── RECORDS FOR THE TASK ──

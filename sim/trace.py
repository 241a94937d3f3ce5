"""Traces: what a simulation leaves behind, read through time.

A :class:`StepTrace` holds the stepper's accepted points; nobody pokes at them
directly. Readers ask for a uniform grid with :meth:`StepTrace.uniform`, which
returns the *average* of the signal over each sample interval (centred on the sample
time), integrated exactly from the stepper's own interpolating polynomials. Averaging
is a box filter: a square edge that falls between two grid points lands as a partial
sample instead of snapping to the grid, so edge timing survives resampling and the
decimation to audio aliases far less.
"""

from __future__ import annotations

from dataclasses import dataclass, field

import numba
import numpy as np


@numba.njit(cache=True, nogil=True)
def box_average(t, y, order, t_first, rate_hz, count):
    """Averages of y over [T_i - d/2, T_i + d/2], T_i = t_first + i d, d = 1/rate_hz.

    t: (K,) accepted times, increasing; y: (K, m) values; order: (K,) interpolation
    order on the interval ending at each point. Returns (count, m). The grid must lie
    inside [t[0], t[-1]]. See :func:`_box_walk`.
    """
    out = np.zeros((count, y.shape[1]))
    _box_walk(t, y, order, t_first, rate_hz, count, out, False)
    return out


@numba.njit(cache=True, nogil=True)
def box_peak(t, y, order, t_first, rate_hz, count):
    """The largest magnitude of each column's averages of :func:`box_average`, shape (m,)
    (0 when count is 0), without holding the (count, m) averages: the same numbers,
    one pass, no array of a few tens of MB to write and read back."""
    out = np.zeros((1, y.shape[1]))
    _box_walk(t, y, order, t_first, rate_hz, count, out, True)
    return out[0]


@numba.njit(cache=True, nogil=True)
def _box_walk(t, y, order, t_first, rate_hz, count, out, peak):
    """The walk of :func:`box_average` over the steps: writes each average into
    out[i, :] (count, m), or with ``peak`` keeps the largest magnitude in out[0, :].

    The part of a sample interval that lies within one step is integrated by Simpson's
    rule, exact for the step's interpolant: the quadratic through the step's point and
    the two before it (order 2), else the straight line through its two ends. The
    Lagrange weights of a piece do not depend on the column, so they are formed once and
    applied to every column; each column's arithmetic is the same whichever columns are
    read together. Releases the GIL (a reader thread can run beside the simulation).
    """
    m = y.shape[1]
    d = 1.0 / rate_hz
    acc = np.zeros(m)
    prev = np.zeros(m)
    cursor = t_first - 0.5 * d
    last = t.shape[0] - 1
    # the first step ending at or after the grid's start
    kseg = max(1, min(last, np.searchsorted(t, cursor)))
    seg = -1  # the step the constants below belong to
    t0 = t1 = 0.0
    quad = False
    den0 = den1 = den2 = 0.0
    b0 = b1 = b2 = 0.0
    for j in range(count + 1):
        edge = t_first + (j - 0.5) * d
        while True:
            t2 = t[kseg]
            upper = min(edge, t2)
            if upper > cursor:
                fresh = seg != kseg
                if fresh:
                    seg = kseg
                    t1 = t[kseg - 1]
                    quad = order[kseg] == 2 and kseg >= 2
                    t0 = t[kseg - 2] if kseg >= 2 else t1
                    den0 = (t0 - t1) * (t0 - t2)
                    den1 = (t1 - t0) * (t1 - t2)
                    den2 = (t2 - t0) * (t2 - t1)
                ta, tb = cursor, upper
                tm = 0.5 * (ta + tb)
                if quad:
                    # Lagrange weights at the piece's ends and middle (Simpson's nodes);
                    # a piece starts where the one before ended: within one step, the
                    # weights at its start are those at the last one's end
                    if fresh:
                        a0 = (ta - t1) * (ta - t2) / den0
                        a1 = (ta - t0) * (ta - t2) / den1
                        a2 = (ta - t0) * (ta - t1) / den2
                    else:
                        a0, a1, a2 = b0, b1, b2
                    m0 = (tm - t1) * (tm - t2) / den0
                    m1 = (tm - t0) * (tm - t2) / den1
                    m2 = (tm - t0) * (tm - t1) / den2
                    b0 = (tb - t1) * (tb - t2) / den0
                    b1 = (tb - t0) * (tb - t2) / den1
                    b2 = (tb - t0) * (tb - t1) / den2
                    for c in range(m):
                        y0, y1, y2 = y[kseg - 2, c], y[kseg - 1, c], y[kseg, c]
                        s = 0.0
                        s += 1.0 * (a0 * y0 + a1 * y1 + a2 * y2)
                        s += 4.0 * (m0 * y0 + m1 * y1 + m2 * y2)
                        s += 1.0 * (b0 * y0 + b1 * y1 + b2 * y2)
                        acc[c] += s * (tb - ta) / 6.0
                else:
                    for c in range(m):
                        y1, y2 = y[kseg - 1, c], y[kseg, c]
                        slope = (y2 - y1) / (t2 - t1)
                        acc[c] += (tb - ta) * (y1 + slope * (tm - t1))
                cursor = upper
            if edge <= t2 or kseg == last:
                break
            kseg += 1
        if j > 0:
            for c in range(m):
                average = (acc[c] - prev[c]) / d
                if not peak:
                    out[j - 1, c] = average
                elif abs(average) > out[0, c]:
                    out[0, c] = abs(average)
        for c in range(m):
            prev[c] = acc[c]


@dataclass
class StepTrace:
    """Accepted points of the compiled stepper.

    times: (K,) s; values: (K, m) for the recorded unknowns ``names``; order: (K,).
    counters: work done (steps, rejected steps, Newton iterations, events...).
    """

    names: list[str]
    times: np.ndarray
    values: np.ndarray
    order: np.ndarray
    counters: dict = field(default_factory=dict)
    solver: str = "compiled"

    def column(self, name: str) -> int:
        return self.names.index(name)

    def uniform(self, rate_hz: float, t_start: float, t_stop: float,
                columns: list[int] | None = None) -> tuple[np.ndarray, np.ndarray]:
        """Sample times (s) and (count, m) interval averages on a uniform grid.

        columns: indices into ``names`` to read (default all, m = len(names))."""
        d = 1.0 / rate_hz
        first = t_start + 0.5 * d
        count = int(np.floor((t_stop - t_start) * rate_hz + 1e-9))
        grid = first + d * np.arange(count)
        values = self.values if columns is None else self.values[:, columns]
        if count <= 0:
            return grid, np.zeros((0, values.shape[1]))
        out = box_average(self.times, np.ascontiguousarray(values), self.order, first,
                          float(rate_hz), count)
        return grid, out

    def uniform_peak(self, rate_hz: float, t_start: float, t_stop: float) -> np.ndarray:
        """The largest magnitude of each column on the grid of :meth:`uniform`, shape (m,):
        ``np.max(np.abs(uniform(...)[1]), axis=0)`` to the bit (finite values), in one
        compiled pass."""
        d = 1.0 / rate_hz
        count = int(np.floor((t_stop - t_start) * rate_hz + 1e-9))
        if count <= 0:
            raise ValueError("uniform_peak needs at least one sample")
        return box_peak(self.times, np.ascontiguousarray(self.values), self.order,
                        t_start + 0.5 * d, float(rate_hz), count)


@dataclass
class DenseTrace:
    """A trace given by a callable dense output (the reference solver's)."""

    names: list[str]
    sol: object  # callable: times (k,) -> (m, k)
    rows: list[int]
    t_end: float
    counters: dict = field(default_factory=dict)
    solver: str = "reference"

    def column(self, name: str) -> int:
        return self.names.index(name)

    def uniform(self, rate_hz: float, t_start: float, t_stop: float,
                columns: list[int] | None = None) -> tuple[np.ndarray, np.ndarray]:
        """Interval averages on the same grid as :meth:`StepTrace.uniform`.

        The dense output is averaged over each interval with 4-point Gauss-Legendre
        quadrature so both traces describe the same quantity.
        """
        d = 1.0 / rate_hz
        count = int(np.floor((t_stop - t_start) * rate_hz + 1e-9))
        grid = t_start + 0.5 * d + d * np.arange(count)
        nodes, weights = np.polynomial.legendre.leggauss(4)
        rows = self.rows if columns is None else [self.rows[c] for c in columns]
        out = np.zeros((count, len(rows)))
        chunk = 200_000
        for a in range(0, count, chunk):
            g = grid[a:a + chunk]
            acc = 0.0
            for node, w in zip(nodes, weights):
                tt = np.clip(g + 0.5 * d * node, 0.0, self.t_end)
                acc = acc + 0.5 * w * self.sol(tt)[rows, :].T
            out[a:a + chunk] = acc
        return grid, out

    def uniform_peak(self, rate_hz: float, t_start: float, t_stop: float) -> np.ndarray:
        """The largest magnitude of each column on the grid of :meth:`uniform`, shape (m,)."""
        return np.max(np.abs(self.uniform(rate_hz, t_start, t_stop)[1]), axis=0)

───

WHAT YOU NEED TO DO ::
Could you reproduce, exactly, every line above from the line with "t_start + 0.5 * d, float(rate_hz), count)" to the line with "The dense output", and no other line? Both ends count.

ANSWER TO THE PROBLEM ::
                        t_start + 0.5 * d, float(rate_hz), count)


@dataclass
class DenseTrace:
    """A trace given by a callable dense output (the reference solver's)."""

    names: list[str]
    sol: object  # callable: times (k,) -> (m, k)
    rows: list[int]
    t_end: float
    counters: dict = field(default_factory=dict)
    solver: str = "reference"

    def column(self, name: str) -> int:
        return self.names.index(name)

    def uniform(self, rate_hz: float, t_start: float, t_stop: float,
                columns: list[int] | None = None) -> tuple[np.ndarray, np.ndarray]:
        """Interval averages on the same grid as :meth:`StepTrace.uniform`.

        The dense output is averaged over each interval with 4-point Gauss-Legendre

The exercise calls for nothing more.